Doubt refers to various indicia that the beneficial ownership and control of the corporation do not in fact reside
in Filipino shareholders but in foreign stakeholders.
To demonstrate these signs of doubt, the Court referred to the indicators of a dummy status as identified in a
Department of Justice Opinion on the Anti-Dummy Law. These would be where the foreign investors provide
practically all the funds and technological support for a joint venture undertaken with their Filipino partners, and
where such foreign investors get to manage the company even while being minority stockholders.

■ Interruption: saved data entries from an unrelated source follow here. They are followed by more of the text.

"""Stable graphs: dual graphs of nodal curves and boundary strata of Mbar_{g,n}.

Public API: :class:`CurveGraph`, :class:`StableCurveGraph`, :func:`canonical_form`,
:func:`count_automorphisms`, :func:`format_graph`, :func:`parse_graph` and
:func:`stable_graphs`.
"""

from covertree.graphs.canonical import canonical_form, count_automorphisms
from covertree.graphs.curve_graph import CurveGraph, StableCurveGraph, Vertex
from covertree.graphs.enumerate import max_codimension, stable_graphs
from covertree.graphs.notation import format_graph, parse_graph

__all__ = [
    "CurveGraph",
    "StableCurveGraph",
    "Vertex",
    "canonical_form",
    "count_automorphisms",
    "format_graph",
    "max_codimension",
    "parse_graph",
    "stable_graphs",
]
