r"""The LaTeX document wrapper shared by the exporters' ``standalone`` output.

Examples
--------
>>> print(latex_document("x", "T", ["booktabs"]))
\documentclass{article}
\usepackage[margin=2cm]{geometry}
\usepackage{booktabs}
\begin{document}
\section*{T}
x
\end{document}
<BLANKLINE>
"""

from __future__ import annotations

from collections.abc import Sequence


def latex_document(body: str, title: str | None, packages: Sequence[str],
                   geometry: str = "margin=2cm") -> str:
    """A complete article (compiles with pdflatex) around ``body``."""
    lines = [r"\documentclass{article}", r"\usepackage[" + geometry + "]{geometry}",
             r"\usepackage{" + ",".join(packages) + "}", r"\begin{document}"]
    if title:
        lines.append(r"\section*{" + title + "}")
    lines += [body, r"\end{document}", ""]
    return "\n".join(lines)


#: The packages a document needs for every LaTeX fragment covertree prints
#: (tables: booktabs and longtable; pictures: tikz; formulas: amsmath).
PASTE_PACKAGES = ("amsmath", "booktabs", "longtable", "tikz")


def wrapped_cell(text: str) -> str:
    r"""A cell of a ``p{...}`` column set ragged right (no package needed):
    long notations break at their ``\allowbreak`` points instead of stretching.

    >>> print(wrapped_cell("$x$"))
    {\raggedright $x$\par}
    """
    return r"{\raggedright " + text + r"\par}"


def sized_longtable(columns: str, header: Sequence[str], rows: Sequence[str], size: str = "",
                    tabcolsep: str = "") -> str:
    r"""The one table style of covertree: a booktabs ``longtable`` (it breaks
    across pages, repeats its header and is centred on the line), optionally
    set in a smaller ``size`` with narrower column gaps, inside a group.

    ``rows`` are complete LaTeX rows (ending in ``\\`` or rules).

    >>> print(sized_longtable("rl", ["a", "b"], [r"1 & x \\"], size="small"))
    {\small
    \begin{longtable}{rl}
    \toprule
    a & b \\
    \midrule
    \endhead
    \bottomrule
    \endlastfoot
    1 & x \\
    \end{longtable}}
    """
    lines = [r"\begin{longtable}{" + columns + "}", r"\toprule", " & ".join(header) + r" \\",
             r"\midrule", r"\endhead", r"\bottomrule", r"\endlastfoot", *rows, r"\end{longtable}"]
    if not (size or tabcolsep):
        return "\n".join(lines)
    opening = "{" + ("\\" + size if size else "") + (f"\\setlength{{\\tabcolsep}}{{{tabcolsep}}}" if tabcolsep else "")
    return "\n".join([opening, *lines]) + "}"
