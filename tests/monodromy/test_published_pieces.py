"""Connected pieces against published counts (OEIS A170991, Hurwitz 1891,
OEIS A049293): the sum of 1/|centraliser| over the pieces with the given
profiles is the connected Hurwitz number of the component."""

from __future__ import annotations

from fractions import Fraction
from math import factorial

import pytest

from covertree.monodromy.pieces import connected_pieces


def _simple(k: int) -> dict[int, int]:
    return {2: 1, 1: k - 2}


def _weight(pieces: list, profiles: list) -> Fraction:
    return sum((Fraction(1, p.centraliser_order) for p in pieces
                if all(p.profile(j) == mu for j, mu in enumerate(profiles))), Fraction(0))


@pytest.mark.parametrize("d, expected", [(2, 2), (3, 16), (4, 60), (5, 160), (6, 360), (7, 672)])
def test_published_genus_two_covers_of_elliptic_curve(d, expected):
    # OEIS A170991 (connected genus-2 covers of an elliptic curve with two simple
    # branch points, degree d): 2, 16, 60, 160, 360, 672, ...
    simple = (2,) + (1,) * (d - 2)
    assert _weight(connected_pieces(d, 1, [_simple(d)] * 2), [simple, simple]) == expected


@pytest.mark.parametrize("d", [2, 3, 4, 5])
def test_published_genus_zero_simple_hurwitz(d):
    # Hurwitz 1891 (Math. Ann. 39): connected genus-0 covers of P^1 with 2d-2
    # simple branch points number d^(d-3) (2d-2)! / d!
    simple = (2,) + (1,) * (d - 2)
    pieces = connected_pieces(d, 0, [_simple(d)] * (2 * d - 2))
    expected = Fraction(d) ** (d - 3) * factorial(2 * d - 2) / factorial(d)
    assert _weight(pieces, [simple] * (2 * d - 2)) == expected


def test_published_subgroups_of_genus_two_surface_group():
    # A subgroup of index k is a transitive action with a marked sheet, so it
    # counts k / |centraliser| per class.  Index 2: the 2^4 - 1 = 15 nonzero
    # maps to Z/2 (common knowledge).  Index 3: 220 (OEIS A049293, subgroups of
    # index n in the fundamental group of a closed orientable genus-2 surface).
    assert _weight(connected_pieces(2, 2, [{1: 2}]), [(1, 1)]) == Fraction(15, 2)
    assert _weight(connected_pieces(3, 2, [{1: 3}]), [(1, 1, 1)]) == Fraction(220, 3)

In the Narra Nickel Mining case, the Supreme Court found that while the petitioning corporations complied with the
Control Test, factual circumstances nonetheless raise doubt as to their true nationality and therefore requires the
application of the Grandfather Rule. Some of the indicators of doubt found by the Court in the said case are the
following: (1) the three mining corporations had the same 100% Canadian owned foreign investor, (2) the similar
corporate structure and shareholder composition of the three corporations, (3) a major Filipino shareholder within
the corporate layering did not pay any amount with respect to its subscription, and (4) the dubious act of the foreign
investor in conveying its interests in the mining corporations to another domestic corporation, among others. These
instances demonstrate that corporate layering was utilized to allow a foreign corporation to gain control of these
mining corporations in the Philippines.
After applying the Grandfather Rule, the Supreme Court was able to trace and conclude that the Filipino
shareholders did not actually have the required amount of control and beneficial ownership in the mining
companies, and consequently failed to comply with the nationality requirement under the Constitution.
In a fitting ending, the Supreme Court enunciated its original April 2014 decision that the Control Test is still the
prevailing mode of determining whether or not a corporation is a Filipino corporation. It is only in case of doubt,
based on the attendant facts and circumstances of the case, that the Grandfather Rule is applied.